[Collected data entries]
-------

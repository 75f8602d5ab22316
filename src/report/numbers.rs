//! Numbers as people read them: rounded to what they can bear, with a true minus, dates by name.

use crate::calendar::{MONTHS, WaterYearStart, date_of};
use chrono::Datelike;

/// The word for a number that is not there.
pub const DASH: &str = "–";

/// A number with so many decimals (at most three), halves rounded away from zero, a true minus, no minus before zero, and thousands set apart by a thin space.
pub fn fixed(value: f64, decimals: usize) -> String {
    let scale = [1.0, 10.0, 100.0, 1000.0].get(decimals).copied().unwrap_or(1.0);
    let text = format!("{:.decimals$}", (value.abs() * scale).round() / scale);
    let is_zero = text.bytes().all(|byte| byte == b'0' || byte == b'.');
    let (whole, fraction) = text.split_at(text.find('.').unwrap_or(text.len()));
    let mut grouped = String::new();
    for (at, digit) in whole.chars().enumerate() {
        if at > 0 && (whole.len() - at) % 3 == 0 && whole.len() > 4 {
            grouped.push('\u{2009}');
        }
        grouped.push(digit);
    }
    let sign = if value < 0.0 && !is_zero { "−" } else { "" };
    format!("{sign}{grouped}{fraction}")
}

/// The same with a plus before what is above zero.
pub fn signed(value: f64, decimals: usize) -> String {
    let text = fixed(value, decimals);
    let is_zero = text.chars().all(|c| c == '0' || c == '.');
    if value > 0.0 && !is_zero { format!("+{text}") } else { text }
}

/// The number without zeros at the end of its decimals: `3.60` as `3.6`, `2.00` as `2`.
pub fn trimmed(number: &str) -> &str {
    if number.contains('.') { number.trim_end_matches('0').trim_end_matches('.') } else { number }
}

/// `14 May`: the date of a day of the water year in a year of 365 days, to the nearest whole day.
pub fn date(day: f64, starts: WaterYearStart) -> String {
    let date = date_of(starts.first_day(2002), day.round().max(1.0) as usize);
    format!("{} {}", date.day(), MONTHS[date.month0() as usize])
}

/// `1 band`, `10 bands`.
pub fn counted(count: usize, one: &str) -> String {
    format!("{} {one}{}", fixed(count as f64, 0), if count == 1 { "" } else { "s" })
}

/// `12 days earlier`, `1 day later`, `no change to the day`.
pub fn days_moved(days: f64) -> String {
    let whole = days.abs().round();
    match (whole, days < 0.0) {
        (0.0, _) => "unchanged to the day".to_owned(),
        (1.0, true) => "1 day earlier".to_owned(),
        (1.0, false) => "1 day later".to_owned(),
        (_, true) => format!("{whole} days earlier"),
        (_, false) => format!("{whole} days later"),
    }
}

#[cfg(test)]
mod tests {
    use super::*;
    use crate::calendar::MonthDay;

    #[test]
    fn numbers_read_well() {
        assert_eq!(fixed(-0.04, 1), "0.0", "no minus before zero");
        assert_eq!(fixed(-12_345.6, 0), "−12\u{2009}346");
        assert_eq!(signed(0.0, 0), "0");
        assert_eq!(signed(-6.5, 0), "−7", "as days_moved rounds");
        assert_eq!(["3.60", "+2.00", "10", "0.0"].map(trimmed), ["3.6", "+2", "10", "0"]);
        assert_eq!(days_moved(-0.6), "1 day earlier");
        let october = WaterYearStart(MonthDay::new(10, 1).unwrap());
        assert_eq!(date(183.0, october), "1 April");
    }
}
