//! A self-contained page: its style, its figures, and a policy by which nothing is fetched and no script runs.

use crate::figures::Svg;
use maud::{DOCTYPE, Markup, PreEscaped, html};
use sha2::{Digest, Sha256};

const STYLE: &str = include_str!("briefing/style.css");

/// The page with this title and content.
pub(super) fn page(title: &str, content: &Markup) -> Vec<u8> {
    let policy =
        format!("default-src 'none'; style-src 'sha256-{}'", base64(&Sha256::digest(STYLE.as_bytes())));
    let page = html! {
        (DOCTYPE)
        html lang="en" {
            head {
                meta charset="utf-8";
                meta http-equiv="Content-Security-Policy" content=(policy);
                meta name="viewport" content="width=device-width, initial-scale=1";
                title { (title) }
                style { (PreEscaped(STYLE)) }
            }
            body { main { (content) } }
        }
    };
    page.into_string().into_bytes()
}

/// A figure, and how to read it.
pub(super) fn figure(figure: &Svg) -> Markup {
    html! { figure { div.scroll { (PreEscaped(&figure.text)) } details { summary { "How to read this figure" } p { (figure.caption) } } } }
}

/// RFC 4648, for the digest in the page's policy.
fn base64(bytes: &[u8]) -> String {
    const ALPHABET: &[u8; 64] = b"ABCDEFGHIJKLMNOPQRSTUVWXYZabcdefghijklmnopqrstuvwxyz0123456789+/";
    let mut text = String::new();
    for chunk in bytes.chunks(3) {
        let mut group = [0; 3];
        group[..chunk.len()].copy_from_slice(chunk);
        let bits = u32::from_be_bytes([0, group[0], group[1], group[2]]);
        for place in 0..4 {
            let digit = (bits >> (18 - 6 * place)) & 63;
            text.push(if place <= chunk.len() { char::from(ALPHABET[digit as usize]) } else { '=' });
        }
    }
    text
}

#[cfg(test)]
mod tests {
    /// RFC 4648, section 10.
    #[test]
    fn base64_test_vectors() {
        assert_eq!(super::base64(b"foobar"), "Zm9vYmFy");
        assert_eq!(super::base64(b"fooba"), "Zm9vYmE=");
        assert_eq!(super::base64(b"foob"), "Zm9vYg==");
    }
}
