//! `run.json`: how results came about, and how they are repeated.

use super::SCHEMA_VERSION;
use super::json::lines;
use super::study::{FittedFrom, Input, Origin, SetsFrom, Study};
use crate::baseline::{BaselineYears, Detrended};
use crate::calendar::MonthDay;
use crate::defaults::DefaultInForce;
use crate::fault::Unlikely;
use crate::findings::Findings;
use crate::inflow::Routing;
use crate::operation::{Change, Operation};
use crate::perturb::Warming;
use crate::reservoir::Reservoir;
use crate::season::SeasonSettings;
use crate::snow::{GaugeMultiplier, SnowParams};
use crate::units::UnitSystem;
use crate::weather::{Counts, SkippedYear};
use serde::Serialize;

#[derive(Serialize)]
struct Manifest<'a> {
    schema_version: u32,
    program: &'static str,
    version: &'static str,
    command: &'a str,
    seed: u64,
    inputs: &'a [Input],
    parameters: Parameters<'a>,
    defaults_in_force: &'a [DefaultInForce],
    unlikely: Vec<Notice<'a>>,
    left_out: LeftOut<'a>,
    files: Vec<&'a str>,
}

#[derive(Serialize)]
struct Parameters<'a> {
    title: &'a str,
    latitude_deg: f64,
    tmin_temperature_gradient_c_per_km: [f64; 12],
    tmax_temperature_gradient_c_per_km: [f64; 12],
    precipitation_gradient: crate::basin::PrecipitationGradient,
    station_elevation_m: f64,
    gauge_multiplier: GaugeMultiplier,
    season: &'a SeasonSettings,
    snow: &'a SnowParams,
    is_fitted: bool,
    fitted: Option<FittedFrom<'a>>,
    #[serde(skip_serializing_if = "Option::is_none")]
    parameter_sets: Option<SetsFrom<'a>>,
    #[serde(skip_serializing_if = "Option::is_none")]
    inflow: Option<RoutingInForce<'a>>,
    #[serde(skip_serializing_if = "Option::is_none")]
    reservoir: Option<ReservoirInForce<'a>>,
    levels_c: &'a [f64],
    reference_c: f64,
    warming: &'a Warming,
    detrended: Option<&'a Detrended>,
    baseline_years: Option<&'a BaselineYears>,
    realizations: Realizations,
    report_units: UnitSystem,
}

/// How water input becomes inflow.
#[derive(Serialize)]
struct RoutingInForce<'a> {
    #[serde(flatten)]
    routing: Routing,
    is_fitted: bool,
    #[serde(skip_serializing_if = "Option::is_none")]
    stated: Option<Routing>,
    year_class_limits_hm3: &'a [f64],
}

/// A reservoir, and what else is tried of its rules.
#[derive(Serialize)]
struct ReservoirInForce<'a> {
    #[serde(flatten)]
    reservoir: &'a Reservoir,
    storage_dates: &'a [MonthDay],
    changes: &'a [Change],
}

impl<'a> ReservoirInForce<'a> {
    fn of(operation: &'a Operation) -> Option<Self> {
        let reservoir = operation.reservoir.as_ref()?;
        Some(Self {
            reservoir,
            storage_dates: &operation.settings.storage_dates,
            changes: &operation.changes,
        })
    }
}

#[derive(Serialize)]
struct Realizations {
    generator: &'static str,
    count: usize,
    years: usize,
    mean_run_years: Option<f64>,
    wet_day_mm: f64,
    mean_change_sd_pct: Option<f64>,
}

#[derive(Serialize)]
struct Notice<'a> {
    about: &'a str,
    why: &'a str,
}

#[derive(Serialize)]
struct LeftOut<'a> {
    counts: &'a Counts,
    water_years: &'a [SkippedYear],
}

/// `run.json`; `files` are all files of the results, this one included.
///
/// # Errors
/// A number that JSON cannot hold: a fault of ours.
pub fn manifest_json(study: &Study<'_>, files: &[&str]) -> serde_json::Result<Vec<u8>> {
    let findings = study.findings;
    let notice = |notice: &'_ Unlikely| (notice.about.clone(), notice.why.clone());
    let unlikely: Vec<(String, String)> = study.unlikely.iter().map(notice).collect();
    lines(&Manifest {
        schema_version: SCHEMA_VERSION,
        program: "thawline",
        version: env!("CARGO_PKG_VERSION"),
        command: &study.origin.command,
        seed: study.origin.seed,
        inputs: &study.origin.inputs,
        parameters: Parameters {
            title: study.title,
            latitude_deg: study.basin.latitude_deg,
            tmin_temperature_gradient_c_per_km: study.basin.temperature.tmin_c_per_km,
            tmax_temperature_gradient_c_per_km: study.basin.temperature.tmax_c_per_km,
            precipitation_gradient: study.basin.precipitation,
            station_elevation_m: study.station_elevation_m,
            gauge_multiplier: study.gauge_multiplier,
            season: study.season,
            snow: study.snow,
            is_fitted: study.fitted.is_some_and(|fitted| !fitted.taken.is_empty()),
            fitted: study.fitted,
            parameter_sets: study.parameter_sets,
            inflow: study.operation.map(|operation| routing_in_force(operation, findings)),
            reservoir: study.operation.and_then(ReservoirInForce::of),
            levels_c: &findings.levels_c,
            reference_c: findings.levels_c[findings.reference],
            warming: study.warming,
            detrended: study.record.detrended,
            baseline_years: findings.record.as_ref().map(|record| &record.baseline_years),
            realizations: Realizations {
                generator: study.generator.name(),
                count: findings.realizations,
                years: findings.years,
                mean_run_years: study.generator.mean_run_years(),
                wet_day_mm: study.wet_day_mm,
                mean_change_sd_pct: study.mean_change_sd_pct,
            },
            report_units: study.reader.units,
        },
        defaults_in_force: study.defaults,
        unlikely: unlikely.iter().map(|(about, why)| Notice { about, why }).collect(),
        left_out: LeftOut { counts: study.record.counts, water_years: study.record.skipped },
        files: files.to_vec(),
    })
}

fn routing_in_force<'a>(operation: &Operation, findings: &'a Findings) -> RoutingInForce<'a> {
    let skill = findings.operations.as_ref().and_then(|found| found.inflow_skill.as_ref());
    let stated = skill.and_then(|skill| skill.fit.as_ref()).map(|fit| fit.stated);
    let classes = findings.operations.as_ref().and_then(|found| found.year_classes.as_ref());
    RoutingInForce {
        routing: operation.routing,
        is_fitted: stated.is_some(),
        stated,
        year_class_limits_hm3: classes.map_or(&[], |classes| &classes.limits_hm3),
    }
}

#[derive(Serialize)]
struct DailyManifest<'a> {
    schema_version: u32,
    program: &'static str,
    version: &'static str,
    command: &'a str,
    inputs: &'a [Input],
    files: &'a [&'a str],
}

/// `run.json` of a daily table.
///
/// # Errors
/// A text that JSON cannot hold: a fault of ours.
pub fn daily_manifest_json(origin: &Origin, files: &[&str]) -> serde_json::Result<Vec<u8>> {
    lines(&DailyManifest {
        schema_version: SCHEMA_VERSION,
        program: "thawline",
        version: env!("CARGO_PKG_VERSION"),
        command: &origin.command,
        inputs: &origin.inputs,
        files,
    })
}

-------

__Instructions for the task__
Give again, word for word, the records from their first line to the one with "pub const DASH: &str", and leave out all else.

__Response to the exercise__
repository 75f8602d5ab22316
filename src/report/numbers.rs
//! Numbers as people read them: rounded to what they can bear, with a true minus, dates by name.

use crate::calendar::{MONTHS, WaterYearStart, date_of};
use chrono::Datelike;

/// The word for a number that is not there.
pub const DASH: &str = "–";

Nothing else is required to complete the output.